↓

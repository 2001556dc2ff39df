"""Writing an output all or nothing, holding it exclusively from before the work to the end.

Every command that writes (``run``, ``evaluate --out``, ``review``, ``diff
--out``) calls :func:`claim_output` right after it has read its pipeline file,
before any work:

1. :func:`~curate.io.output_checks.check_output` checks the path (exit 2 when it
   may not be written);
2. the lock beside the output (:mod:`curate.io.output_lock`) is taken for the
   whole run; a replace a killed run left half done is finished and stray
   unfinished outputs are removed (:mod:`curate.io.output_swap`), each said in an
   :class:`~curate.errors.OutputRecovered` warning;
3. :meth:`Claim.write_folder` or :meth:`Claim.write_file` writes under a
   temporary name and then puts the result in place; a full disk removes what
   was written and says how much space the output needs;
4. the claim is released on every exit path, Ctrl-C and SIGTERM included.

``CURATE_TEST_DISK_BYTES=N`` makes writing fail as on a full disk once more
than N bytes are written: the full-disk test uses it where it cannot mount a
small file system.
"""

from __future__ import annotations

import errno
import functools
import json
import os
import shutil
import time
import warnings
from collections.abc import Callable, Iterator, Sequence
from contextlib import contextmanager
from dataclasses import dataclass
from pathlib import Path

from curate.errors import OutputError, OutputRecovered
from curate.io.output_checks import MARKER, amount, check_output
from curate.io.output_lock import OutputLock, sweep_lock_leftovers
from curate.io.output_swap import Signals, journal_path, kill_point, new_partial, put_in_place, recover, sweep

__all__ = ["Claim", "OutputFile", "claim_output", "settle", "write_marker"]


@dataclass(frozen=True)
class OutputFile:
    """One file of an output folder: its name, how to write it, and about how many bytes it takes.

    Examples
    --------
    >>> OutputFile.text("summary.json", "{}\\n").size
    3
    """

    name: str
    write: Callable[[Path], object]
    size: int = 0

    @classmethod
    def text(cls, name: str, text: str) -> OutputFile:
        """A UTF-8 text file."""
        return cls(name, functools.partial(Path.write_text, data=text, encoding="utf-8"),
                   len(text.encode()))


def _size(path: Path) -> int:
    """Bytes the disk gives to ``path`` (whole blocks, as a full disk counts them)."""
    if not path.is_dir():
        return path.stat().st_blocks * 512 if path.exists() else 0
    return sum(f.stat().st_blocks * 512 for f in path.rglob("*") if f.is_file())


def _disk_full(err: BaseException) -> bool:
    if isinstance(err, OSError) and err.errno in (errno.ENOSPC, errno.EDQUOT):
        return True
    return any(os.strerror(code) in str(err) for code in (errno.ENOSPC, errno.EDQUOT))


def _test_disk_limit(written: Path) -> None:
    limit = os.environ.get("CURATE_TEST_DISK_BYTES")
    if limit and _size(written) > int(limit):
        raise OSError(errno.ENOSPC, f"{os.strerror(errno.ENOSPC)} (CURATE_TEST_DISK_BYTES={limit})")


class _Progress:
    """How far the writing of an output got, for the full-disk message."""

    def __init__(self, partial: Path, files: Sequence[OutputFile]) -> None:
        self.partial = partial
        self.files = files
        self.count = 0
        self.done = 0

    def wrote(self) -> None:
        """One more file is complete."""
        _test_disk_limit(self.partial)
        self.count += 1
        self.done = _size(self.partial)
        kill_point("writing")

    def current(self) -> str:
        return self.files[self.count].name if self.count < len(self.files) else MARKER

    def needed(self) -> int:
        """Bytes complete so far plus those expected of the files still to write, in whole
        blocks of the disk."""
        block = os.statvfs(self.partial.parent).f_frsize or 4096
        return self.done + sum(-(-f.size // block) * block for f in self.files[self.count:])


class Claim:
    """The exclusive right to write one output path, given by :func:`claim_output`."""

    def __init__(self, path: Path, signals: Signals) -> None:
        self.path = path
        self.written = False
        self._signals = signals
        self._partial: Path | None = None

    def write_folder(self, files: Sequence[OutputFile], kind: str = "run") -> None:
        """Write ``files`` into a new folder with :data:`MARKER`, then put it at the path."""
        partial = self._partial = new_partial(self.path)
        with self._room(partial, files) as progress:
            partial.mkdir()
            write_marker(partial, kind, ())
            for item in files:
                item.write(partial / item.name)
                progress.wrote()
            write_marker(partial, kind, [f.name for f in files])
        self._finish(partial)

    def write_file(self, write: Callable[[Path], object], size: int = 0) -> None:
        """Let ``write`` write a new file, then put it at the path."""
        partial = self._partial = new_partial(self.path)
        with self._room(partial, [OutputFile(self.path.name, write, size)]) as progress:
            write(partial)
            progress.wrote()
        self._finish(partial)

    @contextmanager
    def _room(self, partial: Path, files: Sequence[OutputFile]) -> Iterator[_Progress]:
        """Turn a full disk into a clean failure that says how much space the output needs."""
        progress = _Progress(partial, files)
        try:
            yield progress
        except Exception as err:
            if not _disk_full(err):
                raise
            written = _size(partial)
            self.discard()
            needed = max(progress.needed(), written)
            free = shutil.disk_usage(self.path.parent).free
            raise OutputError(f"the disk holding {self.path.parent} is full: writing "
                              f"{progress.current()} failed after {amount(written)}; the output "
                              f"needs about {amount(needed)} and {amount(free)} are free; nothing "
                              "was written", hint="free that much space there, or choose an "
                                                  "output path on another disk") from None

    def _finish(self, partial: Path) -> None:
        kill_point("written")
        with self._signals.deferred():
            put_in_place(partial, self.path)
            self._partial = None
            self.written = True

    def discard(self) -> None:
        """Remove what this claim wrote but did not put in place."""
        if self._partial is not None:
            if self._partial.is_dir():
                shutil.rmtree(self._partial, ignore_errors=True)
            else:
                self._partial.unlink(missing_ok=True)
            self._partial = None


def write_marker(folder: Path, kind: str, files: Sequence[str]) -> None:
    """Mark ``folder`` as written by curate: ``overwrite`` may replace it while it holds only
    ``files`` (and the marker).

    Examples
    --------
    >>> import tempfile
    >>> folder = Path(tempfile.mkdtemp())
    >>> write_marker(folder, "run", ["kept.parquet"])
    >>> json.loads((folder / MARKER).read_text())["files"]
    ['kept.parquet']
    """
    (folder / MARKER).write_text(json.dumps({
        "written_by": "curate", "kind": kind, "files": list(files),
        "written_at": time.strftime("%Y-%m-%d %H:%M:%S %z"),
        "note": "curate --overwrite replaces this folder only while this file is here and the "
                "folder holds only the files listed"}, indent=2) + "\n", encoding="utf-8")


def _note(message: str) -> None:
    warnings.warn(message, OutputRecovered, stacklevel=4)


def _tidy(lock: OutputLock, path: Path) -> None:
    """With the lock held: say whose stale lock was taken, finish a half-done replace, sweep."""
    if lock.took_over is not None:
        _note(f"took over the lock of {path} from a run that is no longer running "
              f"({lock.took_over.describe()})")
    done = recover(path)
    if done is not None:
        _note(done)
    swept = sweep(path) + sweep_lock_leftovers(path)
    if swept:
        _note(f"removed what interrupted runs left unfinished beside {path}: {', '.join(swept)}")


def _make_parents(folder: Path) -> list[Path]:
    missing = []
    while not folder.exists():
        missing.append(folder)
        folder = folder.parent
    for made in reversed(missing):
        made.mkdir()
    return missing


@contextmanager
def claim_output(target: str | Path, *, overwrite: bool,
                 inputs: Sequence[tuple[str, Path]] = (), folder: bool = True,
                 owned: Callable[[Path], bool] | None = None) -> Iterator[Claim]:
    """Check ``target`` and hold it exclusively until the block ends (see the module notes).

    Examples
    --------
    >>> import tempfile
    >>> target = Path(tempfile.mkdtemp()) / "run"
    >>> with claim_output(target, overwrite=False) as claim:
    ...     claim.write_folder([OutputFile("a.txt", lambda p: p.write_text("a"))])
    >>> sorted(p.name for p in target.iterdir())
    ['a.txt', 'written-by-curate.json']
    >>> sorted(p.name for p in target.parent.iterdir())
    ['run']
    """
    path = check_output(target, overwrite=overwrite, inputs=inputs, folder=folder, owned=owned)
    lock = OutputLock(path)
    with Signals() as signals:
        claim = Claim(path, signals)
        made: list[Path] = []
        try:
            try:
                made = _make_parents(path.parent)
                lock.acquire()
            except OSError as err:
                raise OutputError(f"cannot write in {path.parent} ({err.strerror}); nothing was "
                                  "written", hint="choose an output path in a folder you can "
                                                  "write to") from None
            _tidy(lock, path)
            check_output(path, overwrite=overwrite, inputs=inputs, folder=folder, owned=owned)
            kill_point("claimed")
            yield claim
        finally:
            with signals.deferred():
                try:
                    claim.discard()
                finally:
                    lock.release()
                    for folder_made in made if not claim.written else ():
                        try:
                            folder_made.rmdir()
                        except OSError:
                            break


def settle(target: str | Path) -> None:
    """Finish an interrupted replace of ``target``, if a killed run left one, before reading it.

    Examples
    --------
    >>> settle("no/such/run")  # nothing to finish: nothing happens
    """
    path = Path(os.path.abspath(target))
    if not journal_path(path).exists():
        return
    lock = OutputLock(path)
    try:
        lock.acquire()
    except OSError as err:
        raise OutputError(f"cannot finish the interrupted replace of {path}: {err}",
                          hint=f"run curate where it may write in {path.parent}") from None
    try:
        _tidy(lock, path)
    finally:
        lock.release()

↑

WHAT THIS TASK INVOLVES:
The reply should consist solely of the lines above from the one that has "def write_marker(folder: Path, kind: str, files: Sequence[str])" through the one that has "over the lock", reproduced exactly.

OUTPUT FOR THIS EXERCISE:
def write_marker(folder: Path, kind: str, files: Sequence[str]) -> None:
    """Mark ``folder`` as written by curate: ``overwrite`` may replace it while it holds only
    ``files`` (and the marker).

    Examples
    --------
    >>> import tempfile
    >>> folder = Path(tempfile.mkdtemp())
    >>> write_marker(folder, "run", ["kept.parquet"])
    >>> json.loads((folder / MARKER).read_text())["files"]
    ['kept.parquet']
    """
    (folder / MARKER).write_text(json.dumps({
        "written_by": "curate", "kind": kind, "files": list(files),
        "written_at": time.strftime("%Y-%m-%d %H:%M:%S %z"),
        "note": "curate --overwrite replaces this folder only while this file is here and the "
                "folder holds only the files listed"}, indent=2) + "\n", encoding="utf-8")


def _note(message: str) -> None:
    warnings.warn(message, OutputRecovered, stacklevel=4)


def _tidy(lock: OutputLock, path: Path) -> None:
    """With the lock held: say whose stale lock was taken, finish a half-done replace, sweep."""
    if lock.took_over is not None:
        _note(f"took over the lock of {path} from a run that is no longer running "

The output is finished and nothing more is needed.